# Corsair RMA experience?



## Nater (Oct 22, 2019)

Hey guys, look at this e-mail I received from Corsair.






You can see my initial e-mail that was generated in their system, when I created the support ticket.  I'm pretty sure I had to input ALL of that information (address/phone/etc) when filling out the ticket.  I also attached pictures of the receipt, the original box (showing UPC/model/serial), and a picture of the headset showing the serial/model.  They're literally attached to the e-mail their support just sent asking me for them.

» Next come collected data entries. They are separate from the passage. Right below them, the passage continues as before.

import { area } from "@turf/turf";
import { Geodesic } from "geographiclib-geodesic";
import type { Position as LonLat } from "geojson";
import { describe, expect, it } from "vitest";
import { createCrs } from "../crs";
import { METRES_PER_UNIT, SQUARE_METRES_PER_ACRE } from "../units";
import { workLimitArea, type Position, type Ring } from "./work-limit";

// NAD83 / Florida West (ftUS), EPSG:2237, as epsg-index gives it (published parameters, EPSG registry).
const FLORIDA_WEST_FTUS =
  "+proj=tmerc +lat_0=24.3333333333333 +lon_0=-82 +k=0.999941177 +x_0=200000.0001016 +y_0=0 +ellps=GRS80 +towgs84=0,0,0,0,0,0,0 +units=us-ft +no_defs +type=crs";

/** Ellipsoidal area (m²) by GeographicLib on WGS 84; the ring is lon/lat, closed. */
function geodesicAreaM2(ring: LonLat[]): number {
  const polygon = Geodesic.WGS84.Polygon(false);
  for (const [lon, lat] of ring.slice(0, -1)) polygon.AddPoint(lat, lon);
  // area is present for polygons (absent only for polylines)
  return Math.abs(polygon.Compute(false, true).area ?? Number.NaN);
}

/** A fictional spring basin: an irregular 9-sided outline around a centre, in lon/lat. */
function basinOutline(centreLon: number, centreLat: number, radiusM: number): LonLat[] {
  const shape = [1, 0.82, 0.95, 1.1, 0.7, 0.9, 1.05, 0.85, 0.98];
  const ring: LonLat[] = shape.map((factor, k): LonLat => {
    const angle = (2 * Math.PI * k) / shape.length;
    const northM = radiusM * factor * Math.sin(angle);
    const eastM = radiusM * factor * Math.cos(angle);
    return [centreLon + eastM / (111_320 * Math.cos((centreLat * Math.PI) / 180)), centreLat + northM / 110_860];
  });
  ring.push(ring[0]);
  return ring;
}

describe("workLimitArea: planar area in the project CRS against the ellipsoid", () => {
  const crs = createCrs(FLORIDA_WEST_FTUS);
  const squareMetresPerSquareFootUs = METRES_PER_UNIT["us-ft"] ** 2;
  for (const [label, radiusM] of [["spring basin (≈ 2 acres)", 58], ["large bay (≈ 600 acres)", 1000]] as const) {
    it(`${label}: within 0.05 % of geographiclib-geodesic`, () => {
      const ring = basinOutline(-82.45, 28.93, radiusM);
      const projected: Ring = ring.map(([lon, lat]) => crs.fromLonLat(lon, lat) as Position);
      const planarM2 = workLimitArea([[projected]]) * squareMetresPerSquareFootUs;
      const referenceM2 = geodesicAreaM2(ring);
      // reference library: geographiclib-geodesic (Karney's ellipsoidal polygon area); practice:
      // near the zone's central meridian the transverse Mercator scale error is ~1e-4
      expect(Math.abs(planarM2 / referenceM2 - 1)).toBeLessThan(5e-4);
      // reference library: turf's spherical area agrees within 0.5 % as well
      expect(Math.abs(area({ type: "Polygon", coordinates: [ring] }) / referenceM2 - 1)).toBeLessThan(0.005);
      expect(planarM2 / SQUARE_METRES_PER_ACRE).toBeGreaterThan(radiusM === 58 ? 1.8 : 550);
    });
  }

  it("subtracts holes and sums polygons, whatever the winding, far from the origin", () => {
    // computed: 100 × 100 square minus a 20 × 20 island, plus a 10 × 10 cove at state plane coordinates
    const square: Ring = [[0, 0], [100, 0], [100, 100], [0, 100], [0, 0]];
    const island: Ring = [[40, 40], [40, 60], [60, 60], [60, 40], [40, 40]];
    const cove: Ring = [[500_000, 1_300_000], [500_010, 1_300_000], [500_010, 1_300_010], [500_000, 1_300_010], [500_000, 1_300_000]];
    expect(workLimitArea([[square, island], [cove]])).toBe(10_000 - 400 + 100);
    expect(workLimitArea([[square.slice().reverse()]])).toBe(10_000);
  });
});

Is this going to be this painful the whole way through?  I mean, who am I dealing with here anyways?  Rich or Chad? 

Thanks,

Nate


----------



## Space Lynx (Oct 22, 2019)

took me a second to see what you meant by Richard or Chad, lol... yikes.


----------



## Silent Hill (Oct 22, 2019)

Just going to share my two cents here. I've had to RMA a PSU to corsair a while back, the AX1200, and had a pleasant experience throughout. At the time, the AX1200 was discontinued and they wanted to replace it with an AX1200i for me instead. I told them I did not want the AX1200i, so they gave me a refund for the price I paid for the AX1200 on the receipt I had attached for them.


----------



## robot zombie (Oct 22, 2019)

Haha nahh they had me do the same thing for a bum fan and it was quick and painless from there.

What I really want to know is why having them send me the replacement in advance was double the price of what I was sending back. They wanted $100 to send me two new ML140s before the rma'd ones got to them. Pretty nice profit had I forgotten! 

It's like "Oh sure... $100 deposit on two fans? Pretty reasonable..."


----------



## Space Lynx (Oct 22, 2019)

robot zombie said:


> Haha nahh they had me do the same thing for a bum fan and it was quick and painless from there.
> 
> What I really want to know is why having them send me the replacement in advance was double the price of what I was sending back. They wanted $100 to send me two new ML140s before the rma'd ones got to them. Pretty nice profit had I forgotten!
> 
> It's like "Oh sure... $100 deposit on two fans? Pretty reasonable..."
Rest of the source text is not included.